(Records excerpted from a collection)
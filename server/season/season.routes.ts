import { z } from 'zod';
import { startSeasonRunBody } from '../../shared/api/board.schema';
import { idParams } from '../../shared/api/common.schema';
import { tierSettingsSchema } from '../../shared/tier';
import type { AppContext } from '../app-context';
import { defineRoute } from '../http/route';
import { presentSeasonRun } from './season-run.presenter';
import { SeasonRunService } from './season-run.service';
import { TierSettingsService } from './tier-settings.service';

const tierSettingsBody = z.strictObject({
  settings: tierSettingsSchema,
  reason: z.string().trim().min(3, { message: 'must say why (3 characters or more)' }).max(500),
});

export function seasonRoutes(ctx: AppContext) {
  const runs = new SeasonRunService(ctx);
  const settings = new TierSettingsService(ctx.ds);
  return [
    defineRoute({
      method: 'get', path: '/season-runs', access: ['admin', 'officer'],
      handler: async () => ({ runs: (await runs.list()).map(presentSeasonRun) }),
    }),
    defineRoute({
      method: 'post', path: '/season-runs', access: ['admin', 'officer'], body: startSeasonRunBody, status: 202,
      handler: async ({ body, principal }) => presentSeasonRun(await runs.start({ kind: 'manual', full: body.full, requestedBy: principal.userId })),
    }),
    defineRoute({
      method: 'get', path: '/season-runs/:id', access: ['admin', 'officer'], params: idParams,
      handler: async ({ params }) => presentSeasonRun(await runs.get(params.id)),
    }),
    defineRoute({
      method: 'get', path: '/tier-settings', access: 'signed-in',
      handler: async () => ({ ...(await settings.current()), history: await settings.history() }),
    }),
    defineRoute({
      method: 'put', path: '/tier-settings', access: ['admin'], body: tierSettingsBody,
      handler: async ({ body, principal }) => settings.update(principal, body.settings, body.reason),
    }),
  ];
}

Problem description> Would you transcribe every entry exactly?

Result of the task>
filename server/season/season.routes.ts
import { z } from 'zod';
import { startSeasonRunBody } from '../../shared/api/board.schema';
import { idParams } from '../../shared/api/common.schema';
import { tierSettingsSchema } from '../../shared/tier';
import type { AppContext } from '../app-context';
import { defineRoute } from '../http/route';
import { presentSeasonRun } from './season-run.presenter';
import { SeasonRunService } from './season-run.service';
import { TierSettingsService } from './tier-settings.service';

const tierSettingsBody = z.strictObject({
  settings: tierSettingsSchema,
  reason: z.string().trim().min(3, { message: 'must say why (3 characters or more)' }).max(500),
});

export function seasonRoutes(ctx: AppContext) {
  const runs = new SeasonRunService(ctx);
  const settings = new TierSettingsService(ctx.ds);
  return [
    defineRoute({
      method: 'get', path: '/season-runs', access: ['admin', 'officer'],
      handler: async () => ({ runs: (await runs.list()).map(presentSeasonRun) }),
    }),
    defineRoute({
      method: 'post', path: '/season-runs', access: ['admin', 'officer'], body: startSeasonRunBody, status: 202,
      handler: async ({ body, principal }) => presentSeasonRun(await runs.start({ kind: 'manual', full: body.full, requestedBy: principal.userId })),
    }),
    defineRoute({
      method: 'get', path: '/season-runs/:id', access: ['admin', 'officer'], params: idParams,
      handler: async ({ params }) => presentSeasonRun(await runs.get(params.id)),
    }),
    defineRoute({
      method: 'get', path: '/tier-settings', access: 'signed-in',
      handler: async () => ({ ...(await settings.current()), history: await settings.history() }),
    }),
    defineRoute({
      method: 'put', path: '/tier-settings', access: ['admin'], body: tierSettingsBody,
      handler: async ({ body, principal }) => settings.update(principal, body.settings, body.reason),
    }),
  ];
}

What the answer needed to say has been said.